-- Task prompt --
Go through the records below and return each line that has "infer" in it.

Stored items
______________________________

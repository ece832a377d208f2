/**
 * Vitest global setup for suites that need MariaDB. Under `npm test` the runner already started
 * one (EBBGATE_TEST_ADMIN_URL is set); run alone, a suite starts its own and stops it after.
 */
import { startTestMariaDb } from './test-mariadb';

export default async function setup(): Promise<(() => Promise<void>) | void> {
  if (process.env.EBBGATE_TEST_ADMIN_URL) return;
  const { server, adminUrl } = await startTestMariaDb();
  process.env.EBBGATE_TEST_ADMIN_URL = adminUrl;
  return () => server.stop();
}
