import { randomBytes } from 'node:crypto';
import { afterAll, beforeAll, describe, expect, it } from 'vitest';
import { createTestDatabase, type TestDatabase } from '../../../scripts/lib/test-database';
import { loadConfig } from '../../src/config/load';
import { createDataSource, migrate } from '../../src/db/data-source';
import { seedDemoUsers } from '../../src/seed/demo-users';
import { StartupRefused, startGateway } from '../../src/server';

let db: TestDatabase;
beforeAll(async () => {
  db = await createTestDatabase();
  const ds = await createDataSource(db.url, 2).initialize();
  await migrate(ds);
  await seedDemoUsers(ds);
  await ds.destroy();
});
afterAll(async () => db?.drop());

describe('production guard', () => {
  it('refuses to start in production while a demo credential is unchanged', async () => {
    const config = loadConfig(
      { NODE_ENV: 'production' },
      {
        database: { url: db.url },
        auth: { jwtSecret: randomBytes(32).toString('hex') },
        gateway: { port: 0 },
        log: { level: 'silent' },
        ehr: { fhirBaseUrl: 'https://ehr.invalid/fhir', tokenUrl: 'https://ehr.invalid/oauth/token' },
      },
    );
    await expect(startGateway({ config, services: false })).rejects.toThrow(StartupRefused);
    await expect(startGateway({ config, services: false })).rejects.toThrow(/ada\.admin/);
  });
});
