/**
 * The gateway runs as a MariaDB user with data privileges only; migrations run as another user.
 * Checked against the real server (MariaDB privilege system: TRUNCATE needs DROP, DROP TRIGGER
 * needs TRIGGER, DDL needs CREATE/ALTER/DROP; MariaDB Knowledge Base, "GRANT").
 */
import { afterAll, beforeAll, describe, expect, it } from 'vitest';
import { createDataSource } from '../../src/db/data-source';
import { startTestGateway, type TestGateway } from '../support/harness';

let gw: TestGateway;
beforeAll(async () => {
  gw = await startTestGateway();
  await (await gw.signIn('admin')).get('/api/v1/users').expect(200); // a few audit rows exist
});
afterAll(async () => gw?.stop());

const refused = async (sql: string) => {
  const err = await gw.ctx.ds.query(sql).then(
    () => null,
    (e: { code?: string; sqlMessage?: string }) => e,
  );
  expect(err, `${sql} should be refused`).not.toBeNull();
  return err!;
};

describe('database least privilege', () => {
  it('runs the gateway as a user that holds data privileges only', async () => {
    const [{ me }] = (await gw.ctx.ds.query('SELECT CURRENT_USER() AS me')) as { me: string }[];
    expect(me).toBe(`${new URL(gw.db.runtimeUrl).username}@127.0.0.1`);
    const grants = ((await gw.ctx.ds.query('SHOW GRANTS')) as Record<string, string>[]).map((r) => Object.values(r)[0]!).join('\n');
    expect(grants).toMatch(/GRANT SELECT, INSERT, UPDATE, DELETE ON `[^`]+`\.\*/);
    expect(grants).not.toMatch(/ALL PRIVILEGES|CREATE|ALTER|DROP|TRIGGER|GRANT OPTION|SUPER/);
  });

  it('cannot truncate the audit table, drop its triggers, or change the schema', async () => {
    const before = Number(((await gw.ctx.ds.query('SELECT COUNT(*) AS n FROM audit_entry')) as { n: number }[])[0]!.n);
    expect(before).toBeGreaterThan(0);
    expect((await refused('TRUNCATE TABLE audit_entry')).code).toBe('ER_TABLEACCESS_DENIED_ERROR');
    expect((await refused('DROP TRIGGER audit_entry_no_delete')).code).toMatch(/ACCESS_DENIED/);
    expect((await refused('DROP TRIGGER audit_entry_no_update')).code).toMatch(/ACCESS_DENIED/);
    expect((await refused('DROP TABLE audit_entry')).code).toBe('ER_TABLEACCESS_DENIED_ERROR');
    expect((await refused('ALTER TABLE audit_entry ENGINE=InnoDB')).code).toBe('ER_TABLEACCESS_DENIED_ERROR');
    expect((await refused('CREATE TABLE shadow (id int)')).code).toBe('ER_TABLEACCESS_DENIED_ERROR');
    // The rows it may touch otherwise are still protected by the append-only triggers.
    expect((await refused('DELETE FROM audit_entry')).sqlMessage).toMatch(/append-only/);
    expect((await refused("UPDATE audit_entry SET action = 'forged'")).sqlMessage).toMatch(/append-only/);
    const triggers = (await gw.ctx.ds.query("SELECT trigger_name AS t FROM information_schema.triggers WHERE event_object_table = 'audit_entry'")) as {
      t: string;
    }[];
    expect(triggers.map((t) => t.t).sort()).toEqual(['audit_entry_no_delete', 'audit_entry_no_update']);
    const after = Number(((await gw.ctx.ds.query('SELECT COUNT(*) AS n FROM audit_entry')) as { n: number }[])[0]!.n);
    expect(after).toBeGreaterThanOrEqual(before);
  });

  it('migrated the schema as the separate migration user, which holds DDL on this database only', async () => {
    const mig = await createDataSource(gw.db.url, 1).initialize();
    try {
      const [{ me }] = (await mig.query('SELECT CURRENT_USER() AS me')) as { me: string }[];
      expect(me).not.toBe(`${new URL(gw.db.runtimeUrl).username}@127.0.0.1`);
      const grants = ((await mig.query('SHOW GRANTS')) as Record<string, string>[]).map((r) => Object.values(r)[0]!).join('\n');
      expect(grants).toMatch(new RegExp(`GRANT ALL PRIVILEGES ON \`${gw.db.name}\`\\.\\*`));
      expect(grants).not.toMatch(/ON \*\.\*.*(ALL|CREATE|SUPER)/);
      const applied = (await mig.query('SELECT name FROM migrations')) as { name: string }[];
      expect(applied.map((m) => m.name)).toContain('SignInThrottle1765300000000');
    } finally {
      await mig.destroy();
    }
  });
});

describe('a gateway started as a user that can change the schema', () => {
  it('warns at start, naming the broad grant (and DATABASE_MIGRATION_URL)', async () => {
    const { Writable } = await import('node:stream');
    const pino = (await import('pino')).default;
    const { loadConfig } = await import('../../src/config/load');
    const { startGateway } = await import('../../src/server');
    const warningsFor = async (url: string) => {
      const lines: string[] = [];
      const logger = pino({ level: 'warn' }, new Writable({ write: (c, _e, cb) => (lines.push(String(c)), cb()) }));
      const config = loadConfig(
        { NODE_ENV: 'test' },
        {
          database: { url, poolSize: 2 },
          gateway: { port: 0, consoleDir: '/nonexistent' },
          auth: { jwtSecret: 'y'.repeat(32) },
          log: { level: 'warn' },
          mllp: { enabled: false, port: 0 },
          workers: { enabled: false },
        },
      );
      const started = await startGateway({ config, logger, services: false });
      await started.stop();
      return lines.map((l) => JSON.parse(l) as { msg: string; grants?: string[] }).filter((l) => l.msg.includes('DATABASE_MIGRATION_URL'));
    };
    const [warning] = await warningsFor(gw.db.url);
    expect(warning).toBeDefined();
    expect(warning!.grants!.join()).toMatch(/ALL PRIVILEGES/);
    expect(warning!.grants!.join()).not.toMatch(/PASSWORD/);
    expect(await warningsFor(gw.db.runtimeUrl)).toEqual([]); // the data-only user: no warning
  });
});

______________________________

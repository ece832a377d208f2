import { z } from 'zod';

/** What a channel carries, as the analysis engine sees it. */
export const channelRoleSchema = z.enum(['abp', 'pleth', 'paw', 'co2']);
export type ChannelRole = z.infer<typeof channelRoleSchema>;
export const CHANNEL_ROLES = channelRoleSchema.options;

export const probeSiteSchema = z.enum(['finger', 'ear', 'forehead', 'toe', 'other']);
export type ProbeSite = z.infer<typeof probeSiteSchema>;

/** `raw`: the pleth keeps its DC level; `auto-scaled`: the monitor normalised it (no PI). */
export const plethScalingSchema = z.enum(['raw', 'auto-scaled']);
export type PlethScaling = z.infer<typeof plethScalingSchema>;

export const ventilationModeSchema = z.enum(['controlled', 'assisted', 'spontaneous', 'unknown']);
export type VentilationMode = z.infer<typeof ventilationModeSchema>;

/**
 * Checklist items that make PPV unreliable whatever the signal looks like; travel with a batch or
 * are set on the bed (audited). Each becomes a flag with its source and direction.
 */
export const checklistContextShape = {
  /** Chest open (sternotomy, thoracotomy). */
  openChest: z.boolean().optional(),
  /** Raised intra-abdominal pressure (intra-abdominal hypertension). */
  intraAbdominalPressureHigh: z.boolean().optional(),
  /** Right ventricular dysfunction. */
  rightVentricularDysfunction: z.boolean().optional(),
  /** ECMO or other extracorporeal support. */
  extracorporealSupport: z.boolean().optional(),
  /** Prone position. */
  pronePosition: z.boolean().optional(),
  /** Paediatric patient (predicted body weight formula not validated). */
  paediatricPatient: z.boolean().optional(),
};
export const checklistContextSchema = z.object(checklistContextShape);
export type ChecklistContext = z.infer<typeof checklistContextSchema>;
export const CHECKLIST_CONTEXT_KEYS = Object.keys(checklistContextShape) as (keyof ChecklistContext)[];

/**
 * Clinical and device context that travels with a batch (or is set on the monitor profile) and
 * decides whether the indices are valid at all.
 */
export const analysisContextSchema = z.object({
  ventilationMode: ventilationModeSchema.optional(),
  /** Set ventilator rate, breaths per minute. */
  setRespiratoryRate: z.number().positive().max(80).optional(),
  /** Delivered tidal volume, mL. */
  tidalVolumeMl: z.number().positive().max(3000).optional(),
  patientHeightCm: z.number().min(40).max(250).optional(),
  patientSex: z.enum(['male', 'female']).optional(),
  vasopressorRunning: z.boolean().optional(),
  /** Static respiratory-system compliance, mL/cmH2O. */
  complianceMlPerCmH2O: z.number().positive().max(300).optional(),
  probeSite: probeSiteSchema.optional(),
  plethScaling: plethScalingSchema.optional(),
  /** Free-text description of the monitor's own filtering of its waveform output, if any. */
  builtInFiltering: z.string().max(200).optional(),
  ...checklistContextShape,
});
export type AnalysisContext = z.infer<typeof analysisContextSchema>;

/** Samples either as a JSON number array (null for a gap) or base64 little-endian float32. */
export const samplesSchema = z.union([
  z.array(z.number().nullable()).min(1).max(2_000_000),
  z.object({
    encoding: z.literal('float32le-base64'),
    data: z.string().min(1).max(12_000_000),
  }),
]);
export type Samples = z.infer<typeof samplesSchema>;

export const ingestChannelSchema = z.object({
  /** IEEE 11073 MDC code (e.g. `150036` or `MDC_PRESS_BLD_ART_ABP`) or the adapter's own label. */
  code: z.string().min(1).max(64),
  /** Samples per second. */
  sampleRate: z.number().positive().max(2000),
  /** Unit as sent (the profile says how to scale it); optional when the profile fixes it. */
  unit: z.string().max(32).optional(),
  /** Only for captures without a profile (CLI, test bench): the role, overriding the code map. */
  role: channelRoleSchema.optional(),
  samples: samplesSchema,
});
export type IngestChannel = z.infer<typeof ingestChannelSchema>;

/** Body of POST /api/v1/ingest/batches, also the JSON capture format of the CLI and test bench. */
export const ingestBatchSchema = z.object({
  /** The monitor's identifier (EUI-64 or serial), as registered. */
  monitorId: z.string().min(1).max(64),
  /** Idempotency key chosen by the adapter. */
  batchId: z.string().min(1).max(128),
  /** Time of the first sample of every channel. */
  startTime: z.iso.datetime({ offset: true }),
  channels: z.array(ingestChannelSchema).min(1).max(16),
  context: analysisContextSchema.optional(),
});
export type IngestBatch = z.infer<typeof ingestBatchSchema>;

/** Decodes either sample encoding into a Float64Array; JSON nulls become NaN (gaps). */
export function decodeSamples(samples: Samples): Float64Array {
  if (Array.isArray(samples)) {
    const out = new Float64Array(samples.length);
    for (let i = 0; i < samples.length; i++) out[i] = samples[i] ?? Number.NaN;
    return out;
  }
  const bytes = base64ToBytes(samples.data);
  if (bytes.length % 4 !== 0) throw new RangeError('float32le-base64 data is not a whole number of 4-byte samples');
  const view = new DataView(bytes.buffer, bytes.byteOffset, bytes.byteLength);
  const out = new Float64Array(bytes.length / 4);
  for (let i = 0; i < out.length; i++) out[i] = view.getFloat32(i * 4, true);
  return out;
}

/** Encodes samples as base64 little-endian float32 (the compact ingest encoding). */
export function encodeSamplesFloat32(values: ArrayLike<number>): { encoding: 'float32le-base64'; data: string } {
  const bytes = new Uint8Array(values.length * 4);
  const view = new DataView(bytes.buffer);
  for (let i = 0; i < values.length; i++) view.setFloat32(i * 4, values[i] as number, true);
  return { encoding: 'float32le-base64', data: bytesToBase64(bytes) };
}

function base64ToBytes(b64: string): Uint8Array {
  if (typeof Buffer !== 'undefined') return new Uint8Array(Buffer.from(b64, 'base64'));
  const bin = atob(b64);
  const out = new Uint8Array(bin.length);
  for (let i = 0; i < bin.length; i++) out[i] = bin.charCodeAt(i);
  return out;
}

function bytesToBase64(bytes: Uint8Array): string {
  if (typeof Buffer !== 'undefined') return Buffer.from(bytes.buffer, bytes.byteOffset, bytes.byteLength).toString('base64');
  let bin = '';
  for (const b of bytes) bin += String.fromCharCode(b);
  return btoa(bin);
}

______________________________

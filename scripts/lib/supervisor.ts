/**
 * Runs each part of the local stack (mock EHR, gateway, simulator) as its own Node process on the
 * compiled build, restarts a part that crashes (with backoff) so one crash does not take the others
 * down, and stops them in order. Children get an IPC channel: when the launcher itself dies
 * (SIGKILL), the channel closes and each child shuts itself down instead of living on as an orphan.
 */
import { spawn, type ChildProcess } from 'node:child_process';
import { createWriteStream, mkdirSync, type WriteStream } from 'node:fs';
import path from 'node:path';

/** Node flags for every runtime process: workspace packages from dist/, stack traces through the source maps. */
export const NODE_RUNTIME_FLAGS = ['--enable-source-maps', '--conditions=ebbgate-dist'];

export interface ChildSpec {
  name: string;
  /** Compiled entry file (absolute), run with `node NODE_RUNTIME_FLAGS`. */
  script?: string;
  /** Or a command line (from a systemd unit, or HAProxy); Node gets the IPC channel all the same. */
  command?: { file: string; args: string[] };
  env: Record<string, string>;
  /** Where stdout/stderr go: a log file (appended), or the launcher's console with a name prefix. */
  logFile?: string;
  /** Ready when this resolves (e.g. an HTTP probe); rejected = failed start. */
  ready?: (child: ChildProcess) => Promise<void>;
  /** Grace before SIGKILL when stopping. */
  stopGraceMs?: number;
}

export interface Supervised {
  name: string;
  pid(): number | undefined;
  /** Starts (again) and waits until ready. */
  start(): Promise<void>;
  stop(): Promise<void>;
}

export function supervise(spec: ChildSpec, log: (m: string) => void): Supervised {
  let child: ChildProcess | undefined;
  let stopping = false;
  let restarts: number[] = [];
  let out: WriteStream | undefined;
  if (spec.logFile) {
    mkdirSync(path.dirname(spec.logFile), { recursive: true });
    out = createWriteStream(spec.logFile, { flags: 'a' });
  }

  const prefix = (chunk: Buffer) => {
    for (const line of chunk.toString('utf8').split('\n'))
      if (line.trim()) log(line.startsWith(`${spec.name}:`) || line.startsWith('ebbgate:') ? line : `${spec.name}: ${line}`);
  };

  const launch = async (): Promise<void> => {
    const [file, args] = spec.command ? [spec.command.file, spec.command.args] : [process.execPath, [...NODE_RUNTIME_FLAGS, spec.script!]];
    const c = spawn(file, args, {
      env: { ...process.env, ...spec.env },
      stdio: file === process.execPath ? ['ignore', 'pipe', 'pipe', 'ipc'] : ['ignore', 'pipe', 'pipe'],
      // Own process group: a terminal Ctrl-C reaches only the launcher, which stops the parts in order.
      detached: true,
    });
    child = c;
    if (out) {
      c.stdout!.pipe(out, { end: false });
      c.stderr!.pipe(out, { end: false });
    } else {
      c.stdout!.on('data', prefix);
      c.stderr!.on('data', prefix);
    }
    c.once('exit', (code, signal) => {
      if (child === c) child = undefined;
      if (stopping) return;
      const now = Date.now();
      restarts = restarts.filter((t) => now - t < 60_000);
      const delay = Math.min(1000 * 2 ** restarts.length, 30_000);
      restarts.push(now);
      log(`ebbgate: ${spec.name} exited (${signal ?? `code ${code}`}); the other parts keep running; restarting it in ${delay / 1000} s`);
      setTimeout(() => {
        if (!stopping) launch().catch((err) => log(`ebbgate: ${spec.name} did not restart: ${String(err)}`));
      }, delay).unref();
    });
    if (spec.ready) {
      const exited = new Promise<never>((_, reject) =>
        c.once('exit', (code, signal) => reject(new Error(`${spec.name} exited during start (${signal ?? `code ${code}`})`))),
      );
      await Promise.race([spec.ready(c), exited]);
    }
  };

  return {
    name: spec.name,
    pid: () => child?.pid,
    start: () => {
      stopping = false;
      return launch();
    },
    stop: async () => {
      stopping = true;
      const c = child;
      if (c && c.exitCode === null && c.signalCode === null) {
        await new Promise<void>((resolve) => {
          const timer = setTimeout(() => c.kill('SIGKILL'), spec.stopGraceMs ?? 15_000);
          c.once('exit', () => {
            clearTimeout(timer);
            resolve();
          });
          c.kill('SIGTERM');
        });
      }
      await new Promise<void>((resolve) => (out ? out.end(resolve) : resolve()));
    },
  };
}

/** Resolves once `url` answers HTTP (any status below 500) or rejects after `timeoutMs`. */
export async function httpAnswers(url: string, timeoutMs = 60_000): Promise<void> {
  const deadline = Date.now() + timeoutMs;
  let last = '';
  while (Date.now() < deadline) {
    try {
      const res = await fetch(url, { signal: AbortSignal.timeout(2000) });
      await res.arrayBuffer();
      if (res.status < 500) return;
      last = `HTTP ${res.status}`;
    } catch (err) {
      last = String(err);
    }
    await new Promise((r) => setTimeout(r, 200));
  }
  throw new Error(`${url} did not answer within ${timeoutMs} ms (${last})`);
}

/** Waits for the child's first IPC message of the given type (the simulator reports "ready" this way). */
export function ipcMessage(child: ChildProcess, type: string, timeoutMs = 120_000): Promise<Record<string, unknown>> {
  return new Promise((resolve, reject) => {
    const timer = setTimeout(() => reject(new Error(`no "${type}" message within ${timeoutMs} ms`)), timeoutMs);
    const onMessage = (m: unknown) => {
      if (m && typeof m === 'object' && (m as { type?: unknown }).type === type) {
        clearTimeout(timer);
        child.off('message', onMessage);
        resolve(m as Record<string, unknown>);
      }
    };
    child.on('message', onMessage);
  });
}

______________________________

-- Task result --
export type ChannelRole = z.infer<typeof channelRoleSchema>;
export type ProbeSite = z.infer<typeof probeSiteSchema>;
export type PlethScaling = z.infer<typeof plethScalingSchema>;
export type VentilationMode = z.infer<typeof ventilationModeSchema>;
export type ChecklistContext = z.infer<typeof checklistContextSchema>;
export type AnalysisContext = z.infer<typeof analysisContextSchema>;
export type Samples = z.infer<typeof samplesSchema>;
export type IngestChannel = z.infer<typeof ingestChannelSchema>;
export type IngestBatch = z.infer<typeof ingestBatchSchema>;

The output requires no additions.